* What is needed
After locating the line that contains "await accept(head.result);" in the records below, write out exactly that line and each line after it through the one that contains "after we return", and nothing else.

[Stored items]

══════════════════════════════

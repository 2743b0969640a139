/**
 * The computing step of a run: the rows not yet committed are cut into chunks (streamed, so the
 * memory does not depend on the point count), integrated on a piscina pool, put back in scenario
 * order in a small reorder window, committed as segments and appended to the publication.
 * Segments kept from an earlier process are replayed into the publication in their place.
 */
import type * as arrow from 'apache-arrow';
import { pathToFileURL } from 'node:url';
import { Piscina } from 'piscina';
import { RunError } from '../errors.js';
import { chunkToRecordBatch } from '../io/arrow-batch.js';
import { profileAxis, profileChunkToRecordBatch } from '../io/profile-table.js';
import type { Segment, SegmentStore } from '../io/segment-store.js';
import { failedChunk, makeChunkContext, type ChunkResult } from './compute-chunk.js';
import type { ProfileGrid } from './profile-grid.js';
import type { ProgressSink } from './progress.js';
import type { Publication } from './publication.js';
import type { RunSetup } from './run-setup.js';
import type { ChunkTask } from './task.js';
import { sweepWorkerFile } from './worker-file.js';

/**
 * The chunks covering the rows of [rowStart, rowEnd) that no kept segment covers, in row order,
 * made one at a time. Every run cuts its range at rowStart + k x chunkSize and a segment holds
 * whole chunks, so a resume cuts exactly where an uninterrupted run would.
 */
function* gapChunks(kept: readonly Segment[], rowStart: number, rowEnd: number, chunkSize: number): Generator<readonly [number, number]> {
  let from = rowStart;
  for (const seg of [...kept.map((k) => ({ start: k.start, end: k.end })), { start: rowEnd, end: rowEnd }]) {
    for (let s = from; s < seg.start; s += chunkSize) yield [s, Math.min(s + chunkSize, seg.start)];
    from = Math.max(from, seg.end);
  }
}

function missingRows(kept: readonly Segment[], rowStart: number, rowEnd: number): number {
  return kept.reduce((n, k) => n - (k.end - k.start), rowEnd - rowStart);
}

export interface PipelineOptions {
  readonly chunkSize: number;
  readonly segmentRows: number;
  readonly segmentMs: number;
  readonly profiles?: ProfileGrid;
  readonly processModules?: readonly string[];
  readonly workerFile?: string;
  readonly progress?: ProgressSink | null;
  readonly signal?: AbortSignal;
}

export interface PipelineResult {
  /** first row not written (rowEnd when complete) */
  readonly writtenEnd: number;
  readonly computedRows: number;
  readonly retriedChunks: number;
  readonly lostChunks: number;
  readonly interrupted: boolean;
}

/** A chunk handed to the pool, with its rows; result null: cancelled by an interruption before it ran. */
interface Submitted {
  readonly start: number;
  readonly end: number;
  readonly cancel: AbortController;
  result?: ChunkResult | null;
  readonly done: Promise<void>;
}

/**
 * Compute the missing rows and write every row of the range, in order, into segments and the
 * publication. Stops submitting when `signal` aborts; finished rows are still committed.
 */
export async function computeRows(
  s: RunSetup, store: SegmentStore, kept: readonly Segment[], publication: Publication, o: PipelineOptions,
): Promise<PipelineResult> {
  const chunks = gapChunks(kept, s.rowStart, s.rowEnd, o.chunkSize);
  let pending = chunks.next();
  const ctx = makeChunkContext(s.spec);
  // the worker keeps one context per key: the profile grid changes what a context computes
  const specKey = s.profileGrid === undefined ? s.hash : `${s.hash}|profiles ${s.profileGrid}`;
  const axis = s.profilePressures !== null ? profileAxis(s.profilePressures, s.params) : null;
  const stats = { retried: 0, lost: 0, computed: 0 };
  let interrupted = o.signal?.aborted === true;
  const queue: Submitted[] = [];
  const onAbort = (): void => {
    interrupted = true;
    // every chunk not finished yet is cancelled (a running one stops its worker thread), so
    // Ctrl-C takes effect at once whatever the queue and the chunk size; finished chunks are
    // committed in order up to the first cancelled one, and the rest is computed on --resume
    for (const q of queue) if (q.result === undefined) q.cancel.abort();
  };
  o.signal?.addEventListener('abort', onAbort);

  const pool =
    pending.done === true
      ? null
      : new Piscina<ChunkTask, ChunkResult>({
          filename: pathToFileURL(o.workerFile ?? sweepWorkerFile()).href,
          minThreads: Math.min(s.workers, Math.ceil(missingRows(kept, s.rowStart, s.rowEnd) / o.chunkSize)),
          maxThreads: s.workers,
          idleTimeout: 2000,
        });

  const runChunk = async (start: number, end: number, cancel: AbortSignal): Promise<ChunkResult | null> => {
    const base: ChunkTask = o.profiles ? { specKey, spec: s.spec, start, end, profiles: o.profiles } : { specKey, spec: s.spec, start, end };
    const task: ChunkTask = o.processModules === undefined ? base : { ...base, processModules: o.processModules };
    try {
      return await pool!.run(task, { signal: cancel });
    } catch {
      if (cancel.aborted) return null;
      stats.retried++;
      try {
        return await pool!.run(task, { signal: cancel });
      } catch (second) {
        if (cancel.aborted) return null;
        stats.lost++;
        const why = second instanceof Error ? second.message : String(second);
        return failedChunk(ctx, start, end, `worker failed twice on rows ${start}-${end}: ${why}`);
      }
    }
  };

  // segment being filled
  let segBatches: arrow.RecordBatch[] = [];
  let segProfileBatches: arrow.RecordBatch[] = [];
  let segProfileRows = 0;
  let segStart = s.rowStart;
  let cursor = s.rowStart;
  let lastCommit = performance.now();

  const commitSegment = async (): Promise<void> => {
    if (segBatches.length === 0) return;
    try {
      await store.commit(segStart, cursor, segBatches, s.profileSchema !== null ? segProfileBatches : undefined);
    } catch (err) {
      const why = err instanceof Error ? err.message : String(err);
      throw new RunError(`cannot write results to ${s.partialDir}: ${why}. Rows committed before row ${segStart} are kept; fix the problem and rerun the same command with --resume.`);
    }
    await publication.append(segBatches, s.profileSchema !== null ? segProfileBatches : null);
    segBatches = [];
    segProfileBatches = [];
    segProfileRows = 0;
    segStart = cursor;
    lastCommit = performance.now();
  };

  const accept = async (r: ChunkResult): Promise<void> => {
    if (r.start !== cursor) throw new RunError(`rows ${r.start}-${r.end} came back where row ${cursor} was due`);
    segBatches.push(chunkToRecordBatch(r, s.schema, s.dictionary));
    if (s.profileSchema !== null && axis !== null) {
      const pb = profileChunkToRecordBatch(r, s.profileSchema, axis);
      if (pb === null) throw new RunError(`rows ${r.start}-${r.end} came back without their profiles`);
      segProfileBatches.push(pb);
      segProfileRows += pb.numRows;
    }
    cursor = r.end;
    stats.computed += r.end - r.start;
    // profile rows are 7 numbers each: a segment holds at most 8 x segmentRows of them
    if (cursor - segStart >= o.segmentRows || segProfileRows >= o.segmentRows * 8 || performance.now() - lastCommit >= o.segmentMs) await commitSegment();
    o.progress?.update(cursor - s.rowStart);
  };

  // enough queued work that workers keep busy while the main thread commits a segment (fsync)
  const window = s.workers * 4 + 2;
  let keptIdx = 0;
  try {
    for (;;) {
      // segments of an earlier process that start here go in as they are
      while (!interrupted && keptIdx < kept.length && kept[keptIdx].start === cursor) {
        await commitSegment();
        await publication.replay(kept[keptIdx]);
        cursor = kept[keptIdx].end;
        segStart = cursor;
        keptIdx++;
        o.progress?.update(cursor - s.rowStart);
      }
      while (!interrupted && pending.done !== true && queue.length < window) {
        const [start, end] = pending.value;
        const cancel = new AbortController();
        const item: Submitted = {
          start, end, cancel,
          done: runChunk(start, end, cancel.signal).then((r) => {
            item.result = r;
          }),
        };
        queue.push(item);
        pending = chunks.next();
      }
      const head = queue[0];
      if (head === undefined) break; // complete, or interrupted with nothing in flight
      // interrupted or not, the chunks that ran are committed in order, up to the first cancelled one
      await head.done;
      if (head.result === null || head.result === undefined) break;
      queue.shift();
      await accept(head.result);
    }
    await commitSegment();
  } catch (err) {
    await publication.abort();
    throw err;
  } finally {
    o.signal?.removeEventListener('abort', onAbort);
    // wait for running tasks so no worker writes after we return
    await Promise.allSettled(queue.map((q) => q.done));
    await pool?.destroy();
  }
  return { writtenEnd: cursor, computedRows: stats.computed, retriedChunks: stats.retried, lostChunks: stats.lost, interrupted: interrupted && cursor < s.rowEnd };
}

══════════════════════════════

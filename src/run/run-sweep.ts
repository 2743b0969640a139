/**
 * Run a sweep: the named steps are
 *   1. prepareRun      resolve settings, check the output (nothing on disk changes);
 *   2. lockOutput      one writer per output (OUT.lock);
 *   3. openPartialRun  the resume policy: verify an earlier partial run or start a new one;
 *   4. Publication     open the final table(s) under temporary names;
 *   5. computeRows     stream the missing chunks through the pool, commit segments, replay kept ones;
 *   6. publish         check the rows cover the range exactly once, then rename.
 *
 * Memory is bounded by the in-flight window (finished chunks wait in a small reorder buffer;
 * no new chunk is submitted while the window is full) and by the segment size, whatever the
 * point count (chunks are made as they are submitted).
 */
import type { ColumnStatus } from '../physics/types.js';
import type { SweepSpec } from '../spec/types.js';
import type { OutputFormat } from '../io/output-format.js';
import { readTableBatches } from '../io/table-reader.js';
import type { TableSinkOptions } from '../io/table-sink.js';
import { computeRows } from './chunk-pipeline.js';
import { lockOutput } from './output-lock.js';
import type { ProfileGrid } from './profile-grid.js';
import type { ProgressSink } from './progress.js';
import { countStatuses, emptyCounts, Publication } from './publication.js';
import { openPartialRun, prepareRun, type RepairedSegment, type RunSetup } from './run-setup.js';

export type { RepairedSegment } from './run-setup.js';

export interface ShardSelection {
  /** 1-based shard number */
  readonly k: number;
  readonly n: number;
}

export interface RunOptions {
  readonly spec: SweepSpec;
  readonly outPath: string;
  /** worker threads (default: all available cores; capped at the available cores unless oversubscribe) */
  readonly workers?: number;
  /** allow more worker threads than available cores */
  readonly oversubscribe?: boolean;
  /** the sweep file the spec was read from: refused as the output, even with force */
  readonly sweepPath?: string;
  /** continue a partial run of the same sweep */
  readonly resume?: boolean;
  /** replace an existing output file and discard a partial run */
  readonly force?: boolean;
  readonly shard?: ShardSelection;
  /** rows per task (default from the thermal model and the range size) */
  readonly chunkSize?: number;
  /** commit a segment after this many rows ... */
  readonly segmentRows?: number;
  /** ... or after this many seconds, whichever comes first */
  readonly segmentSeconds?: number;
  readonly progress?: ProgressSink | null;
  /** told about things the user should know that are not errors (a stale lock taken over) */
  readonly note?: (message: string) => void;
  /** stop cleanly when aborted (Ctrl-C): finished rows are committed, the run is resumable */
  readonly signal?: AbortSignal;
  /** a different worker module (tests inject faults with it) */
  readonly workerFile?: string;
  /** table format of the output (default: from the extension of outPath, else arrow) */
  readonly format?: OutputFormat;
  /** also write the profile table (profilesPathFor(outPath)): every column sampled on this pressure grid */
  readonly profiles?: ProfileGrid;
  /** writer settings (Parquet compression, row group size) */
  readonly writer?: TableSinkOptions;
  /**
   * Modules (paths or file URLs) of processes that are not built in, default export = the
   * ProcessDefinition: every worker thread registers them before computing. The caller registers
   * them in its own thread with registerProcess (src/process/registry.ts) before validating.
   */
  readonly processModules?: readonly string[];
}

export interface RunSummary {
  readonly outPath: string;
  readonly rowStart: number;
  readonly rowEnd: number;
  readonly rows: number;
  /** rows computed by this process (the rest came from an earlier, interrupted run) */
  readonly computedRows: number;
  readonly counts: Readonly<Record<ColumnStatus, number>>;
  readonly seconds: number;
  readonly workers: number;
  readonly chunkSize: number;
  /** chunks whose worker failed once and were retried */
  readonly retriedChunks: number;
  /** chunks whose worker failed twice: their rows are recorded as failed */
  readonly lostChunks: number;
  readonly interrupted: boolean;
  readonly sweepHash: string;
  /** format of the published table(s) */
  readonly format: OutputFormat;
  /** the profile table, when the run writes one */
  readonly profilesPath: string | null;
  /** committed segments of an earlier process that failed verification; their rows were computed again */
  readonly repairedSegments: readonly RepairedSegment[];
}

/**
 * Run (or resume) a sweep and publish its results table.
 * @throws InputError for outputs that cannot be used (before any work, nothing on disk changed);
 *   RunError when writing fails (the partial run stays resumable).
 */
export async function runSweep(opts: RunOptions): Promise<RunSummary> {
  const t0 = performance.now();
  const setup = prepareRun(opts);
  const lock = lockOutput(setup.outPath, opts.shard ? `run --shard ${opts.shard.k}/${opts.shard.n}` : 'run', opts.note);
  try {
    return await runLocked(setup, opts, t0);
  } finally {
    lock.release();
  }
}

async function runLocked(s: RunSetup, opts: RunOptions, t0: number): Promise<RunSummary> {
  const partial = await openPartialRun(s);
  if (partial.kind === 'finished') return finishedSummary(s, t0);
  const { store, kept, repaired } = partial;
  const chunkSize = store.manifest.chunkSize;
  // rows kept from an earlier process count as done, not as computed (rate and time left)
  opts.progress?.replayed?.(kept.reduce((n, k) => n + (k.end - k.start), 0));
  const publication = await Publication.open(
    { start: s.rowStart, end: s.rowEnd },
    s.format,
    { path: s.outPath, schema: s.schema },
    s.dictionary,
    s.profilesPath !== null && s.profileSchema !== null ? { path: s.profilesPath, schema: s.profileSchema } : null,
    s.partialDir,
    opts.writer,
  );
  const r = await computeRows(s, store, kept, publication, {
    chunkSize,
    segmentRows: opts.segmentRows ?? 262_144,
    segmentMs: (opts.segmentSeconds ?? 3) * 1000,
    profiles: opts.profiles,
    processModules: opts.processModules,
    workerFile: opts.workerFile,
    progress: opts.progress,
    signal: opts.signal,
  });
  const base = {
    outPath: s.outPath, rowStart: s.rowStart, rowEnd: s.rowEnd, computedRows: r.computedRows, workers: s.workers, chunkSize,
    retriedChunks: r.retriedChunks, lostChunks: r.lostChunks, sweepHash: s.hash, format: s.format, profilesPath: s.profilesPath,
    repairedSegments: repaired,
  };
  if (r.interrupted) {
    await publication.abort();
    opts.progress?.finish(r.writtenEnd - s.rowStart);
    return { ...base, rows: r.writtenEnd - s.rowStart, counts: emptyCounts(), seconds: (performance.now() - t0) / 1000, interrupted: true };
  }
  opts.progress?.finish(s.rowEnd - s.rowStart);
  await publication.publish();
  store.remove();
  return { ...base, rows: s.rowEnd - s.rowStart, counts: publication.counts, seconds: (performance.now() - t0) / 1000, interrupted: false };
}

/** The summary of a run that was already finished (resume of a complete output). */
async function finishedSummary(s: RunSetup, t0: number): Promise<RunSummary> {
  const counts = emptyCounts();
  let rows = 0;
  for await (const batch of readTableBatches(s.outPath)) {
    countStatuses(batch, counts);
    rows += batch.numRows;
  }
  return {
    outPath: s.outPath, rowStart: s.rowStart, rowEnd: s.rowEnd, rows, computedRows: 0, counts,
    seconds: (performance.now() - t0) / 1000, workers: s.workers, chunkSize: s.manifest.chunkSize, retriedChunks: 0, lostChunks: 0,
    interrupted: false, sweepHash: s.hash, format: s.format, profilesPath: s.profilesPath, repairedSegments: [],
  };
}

══════════════════════════════

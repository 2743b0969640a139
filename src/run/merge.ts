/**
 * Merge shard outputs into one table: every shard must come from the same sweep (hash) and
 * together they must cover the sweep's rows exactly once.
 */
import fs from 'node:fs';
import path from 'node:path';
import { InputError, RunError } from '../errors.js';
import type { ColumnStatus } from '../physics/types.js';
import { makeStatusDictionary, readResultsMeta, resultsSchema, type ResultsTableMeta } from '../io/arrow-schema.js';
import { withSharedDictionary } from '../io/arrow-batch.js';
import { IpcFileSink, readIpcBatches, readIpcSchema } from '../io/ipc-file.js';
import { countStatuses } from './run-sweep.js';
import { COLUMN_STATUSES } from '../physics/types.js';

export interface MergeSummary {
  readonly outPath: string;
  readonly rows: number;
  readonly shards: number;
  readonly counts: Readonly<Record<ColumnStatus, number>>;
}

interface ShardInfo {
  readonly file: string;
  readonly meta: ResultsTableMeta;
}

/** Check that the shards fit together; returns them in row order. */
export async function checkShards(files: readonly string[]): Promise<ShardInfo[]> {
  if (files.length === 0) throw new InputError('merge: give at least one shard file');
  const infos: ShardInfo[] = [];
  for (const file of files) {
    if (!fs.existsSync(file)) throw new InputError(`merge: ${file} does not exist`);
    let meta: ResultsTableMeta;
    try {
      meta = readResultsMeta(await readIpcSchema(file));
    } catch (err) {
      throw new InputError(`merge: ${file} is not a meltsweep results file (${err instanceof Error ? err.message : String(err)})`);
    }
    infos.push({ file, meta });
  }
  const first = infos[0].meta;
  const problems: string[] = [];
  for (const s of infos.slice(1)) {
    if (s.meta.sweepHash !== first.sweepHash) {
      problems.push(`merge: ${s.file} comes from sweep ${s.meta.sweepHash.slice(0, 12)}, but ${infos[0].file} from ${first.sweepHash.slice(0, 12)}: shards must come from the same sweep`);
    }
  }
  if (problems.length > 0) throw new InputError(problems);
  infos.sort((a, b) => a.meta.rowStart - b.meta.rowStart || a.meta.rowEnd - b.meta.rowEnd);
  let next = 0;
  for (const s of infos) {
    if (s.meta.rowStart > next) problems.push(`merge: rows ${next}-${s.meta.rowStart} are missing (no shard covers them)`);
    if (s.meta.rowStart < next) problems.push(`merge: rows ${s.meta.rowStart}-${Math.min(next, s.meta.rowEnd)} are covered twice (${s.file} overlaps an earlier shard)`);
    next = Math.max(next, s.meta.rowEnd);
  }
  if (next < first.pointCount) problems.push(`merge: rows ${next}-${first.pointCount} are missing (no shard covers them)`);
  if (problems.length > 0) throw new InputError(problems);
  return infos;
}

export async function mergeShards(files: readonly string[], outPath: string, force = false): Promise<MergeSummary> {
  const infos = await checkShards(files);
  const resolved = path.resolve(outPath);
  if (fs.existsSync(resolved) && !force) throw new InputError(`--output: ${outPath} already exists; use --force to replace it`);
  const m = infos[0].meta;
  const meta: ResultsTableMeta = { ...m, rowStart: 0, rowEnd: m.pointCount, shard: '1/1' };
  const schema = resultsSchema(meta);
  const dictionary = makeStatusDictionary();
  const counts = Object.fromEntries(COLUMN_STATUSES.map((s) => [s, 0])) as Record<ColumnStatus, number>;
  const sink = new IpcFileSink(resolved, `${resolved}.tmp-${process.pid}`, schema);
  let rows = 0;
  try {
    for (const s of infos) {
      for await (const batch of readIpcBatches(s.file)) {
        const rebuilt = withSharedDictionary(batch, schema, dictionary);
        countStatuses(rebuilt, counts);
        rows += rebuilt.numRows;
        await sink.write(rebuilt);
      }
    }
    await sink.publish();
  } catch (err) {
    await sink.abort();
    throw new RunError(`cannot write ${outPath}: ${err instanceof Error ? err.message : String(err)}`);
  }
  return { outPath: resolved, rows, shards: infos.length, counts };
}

══════════════════════════════

* Solved exercise
      await accept(head.result);
    }
    await commitSegment();
  } catch (err) {
    await publication.abort();
    throw err;
  } finally {
    o.signal?.removeEventListener('abort', onAbort);
    // wait for running tasks so no worker writes after we return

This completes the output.